# [What you are asked to do]
Reproduce, from the lines below, exactly the stretch that begins at the line containing "read from JSON)." and ends at the line containing "The heads of", both included.

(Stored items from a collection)
//! Exact first-order decoders over a dense arc-score matrix.
//!
//! A sentence of `n` words has positions `0..=n`; position 0 is the artificial root. The score
//! matrix holds `score(h, m)` for the arc head `h` → modifier `m`. Arcs into the root and
//! self-loops do not exist: column 0 and the diagonal are ignored.
//!
//! Two decoders, each exact:
//! - [`Algorithm::Projective`]: Eisner (1996), O(n³) time, O(n²) space ([`eisner`]).
//! - [`Algorithm::NonProjective`]: Chu-Liu (1965) / Edmonds (1967) maximum spanning arborescence in
//!   O(n²) for dense graphs, following Tarjan (1977) ([`chu_liu_edmonds`]).
//!
//! Both honour a [`RootConstraint`]: by default exactly one word attaches to the root (the
//! convention of dependency treebanks such as Universal Dependencies); `MultiRoot` allows any
//! number. Straightforward reference versions live in [`reference`]; they are slower but simple
//! enough to check by reading, and the tests compare the fast decoders against them and against
//! brute-force enumeration.
//!
//! # Tie-breaking
//! When several trees share the best score, the result is still deterministic (same input, same
//! output, on every machine): Eisner takes the smallest split point at each step of the
//! back-trace; Chu-Liu-Edmonds takes, for each node, the incoming arc whose head has the smallest
//! position among equal scores, and for the single-root repair the candidate with the smallest
//! position. The two decoders may therefore return different trees of equal score.
//!
//! This module knows nothing about features, labels or I/O.

pub mod chu_liu_edmonds;
pub mod eisner;
mod kernel;
pub mod reference;

pub use kernel::{max_plus, simd_level};

use std::fmt;

/// Largest sentence the decoders accept. The Eisner chart needs 7·(n+1)² doubles (≈ 115 MB at
/// this size); the service applies its own, much smaller, limit.
pub const MAX_WORDS: usize = 4096;

/// Which decoder to run.
#[derive(Debug, Clone, Copy, PartialEq, Eq, Hash)]
pub enum Algorithm {
    /// Eisner (1996): best projective tree (no crossing arcs).
    Projective,
    /// Chu-Liu-Edmonds: best tree of any shape.
    NonProjective,
}

impl Algorithm {
    /// The name used on the command line and in APIs.
    pub fn name(self) -> &'static str {
        match self {
            Algorithm::Projective => "projective",
            Algorithm::NonProjective => "non-projective",
        }
    }

    /// Parses the name used on the command line and in APIs.
    pub fn from_name(name: &str) -> Option<Algorithm> {
        match name {
            "projective" => Some(Algorithm::Projective),
            "non-projective" => Some(Algorithm::NonProjective),
            _ => None,
        }
    }
}

impl fmt::Display for Algorithm {
    fn fmt(&self, f: &mut fmt::Formatter<'_>) -> fmt::Result {
        f.write_str(self.name())
    }
}

/// How many words may attach to the root.
#[derive(Debug, Clone, Copy, PartialEq, Eq, Hash, Default)]
pub enum RootConstraint {
    /// Exactly one word is attached to the root (the default).
    #[default]
    SingleRoot,
    /// Any positive number of words may attach to the root.
    MultiRoot,
}

/// Errors in a score matrix handed to a decoder.
#[derive(Debug, Clone, PartialEq, thiserror::Error)]
pub enum ScoreMatrixError {
    #[error("the score matrix must describe at least one word (found {rows} row(s); need n+1 ≥ 2)")]
    NoWords { rows: usize },
    #[error("the score matrix has {words} words; the limit is {limit}")]
    TooLarge { words: usize, limit: usize },
    #[error("row {row} has {found} entries; the matrix is {expected}×{expected}")]
    RaggedRow {
        row: usize,
        found: usize,
        expected: usize,
    },
    #[error("data holds {found} scores; {words} words need {expected}")]
    WrongLength {
        words: usize,
        found: usize,
        expected: usize,
    },
    #[error("score of arc {head} → {modifier} is not a finite number ({value})")]
    NotFinite {
        head: usize,
        modifier: usize,
        value: f64,
    },
}

/// A dense (n+1)×(n+1) matrix of arc scores, row-major: `get(h, m)` is the score of h → m.
#[derive(Debug, Clone, PartialEq)]
pub struct ScoreMatrix {
    words: usize,
    scores: Vec<f64>,
}

impl ScoreMatrix {
    /// Wraps row-major scores for `words` words. Entries of column 0 and of the diagonal are
    /// ignored and replaced by −∞; every other entry must be finite.
    pub fn from_row_major(words: usize, mut scores: Vec<f64>) -> Result<Self, ScoreMatrixError> {
        if words == 0 {
            return Err(ScoreMatrixError::NoWords {
                rows: usize::from(!scores.is_empty()),
            });
        }
        if words > MAX_WORDS {
            return Err(ScoreMatrixError::TooLarge {
                words,
                limit: MAX_WORDS,
            });
        }
        let side = words + 1;
        if scores.len() != side * side {
            return Err(ScoreMatrixError::WrongLength {
                words,
                found: scores.len(),
                expected: side * side,
            });
        }
        for head in 0..side {
            for modifier in 0..side {
                let value = &mut scores[head * side + modifier];
                if modifier == 0 || modifier == head {
                    *value = f64::NEG_INFINITY;
                } else if !value.is_finite() {
                    return Err(ScoreMatrixError::NotFinite {
                        head,
                        modifier,
                        value: *value,
                    });
                }
            }
        }
        Ok(ScoreMatrix { words, scores })
    }

    /// Every score multiplied by `factor` (> 0): the same trees in the same order, a flatter
    /// (factor < 1) or more peaked (factor > 1) distribution over them.
    pub fn scaled(&self, factor: f64) -> ScoreMatrix {
        ScoreMatrix {
            words: self.words,
            scores: self
                .scores
                .iter()
                .map(|&s| if s.is_finite() { s * factor } else { s })
                .collect(),
        }
    }

    /// Builds a matrix from rows (as read from JSON).
    pub fn from_rows(rows: &[Vec<f64>]) -> Result<Self, ScoreMatrixError> {
        let side = rows.len();
        if side < 2 {
            return Err(ScoreMatrixError::NoWords { rows: side });
        }
        if side - 1 > MAX_WORDS {
            return Err(ScoreMatrixError::TooLarge {
                words: side - 1,
                limit: MAX_WORDS,
            });
        }
        let mut flat = Vec::with_capacity(side * side);
        for (row_index, row) in rows.iter().enumerate() {
            if row.len() != side {
                return Err(ScoreMatrixError::RaggedRow {
                    row: row_index,
                    found: row.len(),
                    expected: side,
                });
            }
            flat.extend_from_slice(row);
        }
        ScoreMatrix::from_row_major(side - 1, flat)
    }

    /// Builds a matrix by calling `score(h, m)` for every real arc.
    pub fn from_fn(
        words: usize,
        mut score: impl FnMut(usize, usize) -> f64,
    ) -> Result<Self, ScoreMatrixError> {
        let side = words + 1;
        let mut flat = vec![0.0; side * side];
        for head in 0..side {
            for modifier in 1..side {
                if head != modifier {
                    flat[head * side + modifier] = score(head, modifier);
                }
            }
        }
        ScoreMatrix::from_row_major(words, flat)
    }

    /// Number of words `n` (the matrix is (n+1)×(n+1)).
    pub fn words(&self) -> usize {
        self.words
    }

    /// Side of the square matrix, n+1.
    pub fn side(&self) -> usize {
        self.words + 1
    }

    /// Score of the arc `head` → `modifier` (−∞ for arcs that cannot exist).
    #[inline]
    pub fn get(&self, head: usize, modifier: usize) -> f64 {
        self.scores[head * self.side() + modifier]
    }

    /// The row-major scores.
    pub fn as_slice(&self) -> &[f64] {
        &self.scores
    }

    /// Sum of the scores of a tree's arcs.
    pub fn tree_score(&self, heads: &[usize]) -> f64 {
        (1..heads.len()).map(|m| self.get(heads[m], m)).sum()
    }
}

/// The heads of a sentence's words, in the one convention of the whole project: `heads[m]` is
/// the head of word `m` for `m` in `1..=n` (0 = the root), and `heads[0]` is a placeholder 0 so
/// that word positions index directly. Dereferences to that slice.
#[derive(Debug, Clone, PartialEq, Eq, Default)]
pub struct Heads(Vec<usize>);

impl Heads {
    /// From a vector that already has the placeholder slot 0.
    pub fn from_slots(slots: Vec<usize>) -> Heads {
        debug_assert!(slots.first().is_none_or(|&h| h == 0));
        Heads(slots)
    }

    /// `(word, head)` for words 1..=n.
    pub fn arcs(&self) -> impl Iterator<Item = (usize, usize)> + '_ {
        self.0.iter().copied().enumerate().skip(1)
    }
}

impl std::ops::Deref for Heads {
    type Target = [usize];
    fn deref(&self) -> &[usize] {
        &self.0
    }
}

/// A decoded tree and its score.
#[derive(Debug, Clone, PartialEq)]
pub struct Decoded {
    pub heads: Heads,
    pub score: f64,
}

/// Runs the chosen decoder.
pub fn decode(scores: &ScoreMatrix, algorithm: Algorithm, root: RootConstraint) -> Decoded {
    let heads = match algorithm {
        Algorithm::Projective => eisner::decode(scores, root),
        Algorithm::NonProjective => chu_liu_edmonds::decode(scores, root),
    };
    let score = scores.tree_score(&heads);
    Decoded {
        heads: Heads::from_slots(heads),
        score,
    }
}

/// What is wrong with a head vector as a dependency tree.
#[derive(Debug, Clone, PartialEq, Eq, thiserror::Error)]
pub enum TreeError {
    #[error("word {word} has head {head}, outside 0..={words}")]
    HeadOutOfRange {
        word: usize,
        head: usize,
        words: usize,
    },
    #[error("word {word} is its own head")]
    SelfLoop { word: usize },
    #[error("words {cycle:?} form a cycle")]
    Cycle { cycle: Vec<usize> },
    #[error("no word is attached to the root")]
    NoRoot,
}

/// Checks that `heads` (1-based, `heads[0]` unused) forms a tree rooted at 0 and returns the
/// number of words attached to the root.
pub fn check_tree(heads: &[usize]) -> Result<usize, TreeError> {
    let words = heads.len().saturating_sub(1);
    for word in 1..=words {
        let head = heads[word];
        if head > words {
            return Err(TreeError::HeadOutOfRange { word, head, words });
        }
        if head == word {
            return Err(TreeError::SelfLoop { word });
        }
    }
    // 0 = unvisited, 1 = on the current path, 2 = known to reach the root.
    let mut state = vec![0u8; words + 1];
    state[0] = 2;
    for start in 1..=words {
        let mut path = Vec::new();
        let mut node = start;
        while state[node] == 0 {
            state[node] = 1;
            path.push(node);
            node = heads[node];
        }
        if state[node] == 1 {
            let position = path.iter().position(|&p| p == node).unwrap_or(0);
            return Err(TreeError::Cycle {
                cycle: path[position..].to_vec(),
            });
        }
        for p in path {
            state[p] = 2;
        }
    }
    let root_children = (1..=words).filter(|&w| heads[w] == 0).count();
    if root_children == 0 && words > 0 {
        return Err(TreeError::NoRoot);
    }
    Ok(root_children)
}

/// True when no two arcs of the tree cross (the root counts as position 0).
pub fn is_projective(heads: &[usize]) -> bool {
    crossing_arcs(heads).is_empty()
}

/// The words whose incoming arc crosses at least one other arc, in increasing order.
pub fn crossing_arcs(heads: &[usize]) -> Vec<usize> {
    let words = heads.len().saturating_sub(1);
    let span = |m: usize| {
        let h = heads[m];
        if h < m { (h, m) } else { (m, h) }
    };
    let mut crossing = vec![false; words + 1];
    for a in 1..=words {
        let (l1, r1) = span(a);
        for b in (a + 1)..=words {
            let (l2, r2) = span(b);
            let crosses = (l1 < l2 && l2 < r1 && r1 < r2) || (l2 < l1 && l1 < r2 && r2 < r1);
            if crosses {
                crossing[a] = true;
                crossing[b] = true;
            }
        }
    }
    (1..=words).filter(|&w| crossing[w]).collect()
}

# [Expected answer]
    /// Builds a matrix from rows (as read from JSON).
    pub fn from_rows(rows: &[Vec<f64>]) -> Result<Self, ScoreMatrixError> {
        let side = rows.len();
        if side < 2 {
            return Err(ScoreMatrixError::NoWords { rows: side });
        }
        if side - 1 > MAX_WORDS {
            return Err(ScoreMatrixError::TooLarge {
                words: side - 1,
                limit: MAX_WORDS,
            });
        }
        let mut flat = Vec::with_capacity(side * side);
        for (row_index, row) in rows.iter().enumerate() {
            if row.len() != side {
                return Err(ScoreMatrixError::RaggedRow {
                    row: row_index,
                    found: row.len(),
                    expected: side,
                });
            }
            flat.extend_from_slice(row);
        }
        ScoreMatrix::from_row_major(side - 1, flat)
    }

    /// Builds a matrix by calling `score(h, m)` for every real arc.
    pub fn from_fn(
        words: usize,
        mut score: impl FnMut(usize, usize) -> f64,
    ) -> Result<Self, ScoreMatrixError> {
        let side = words + 1;
        let mut flat = vec![0.0; side * side];
        for head in 0..side {
            for modifier in 1..side {
                if head != modifier {
                    flat[head * side + modifier] = score(head, modifier);
                }
            }
        }
        ScoreMatrix::from_row_major(words, flat)
    }

    /// Number of words `n` (the matrix is (n+1)×(n+1)).
    pub fn words(&self) -> usize {
        self.words
    }

    /// Side of the square matrix, n+1.
    pub fn side(&self) -> usize {
        self.words + 1
    }

    /// Score of the arc `head` → `modifier` (−∞ for arcs that cannot exist).
    #[inline]
    pub fn get(&self, head: usize, modifier: usize) -> f64 {
        self.scores[head * self.side() + modifier]
    }

    /// The row-major scores.
    pub fn as_slice(&self) -> &[f64] {
        &self.scores
    }

    /// Sum of the scores of a tree's arcs.
    pub fn tree_score(&self, heads: &[usize]) -> f64 {
        (1..heads.len()).map(|m| self.get(heads[m], m)).sum()
    }
}

/// The heads of a sentence's words, in the one convention of the whole project: `heads[m]` is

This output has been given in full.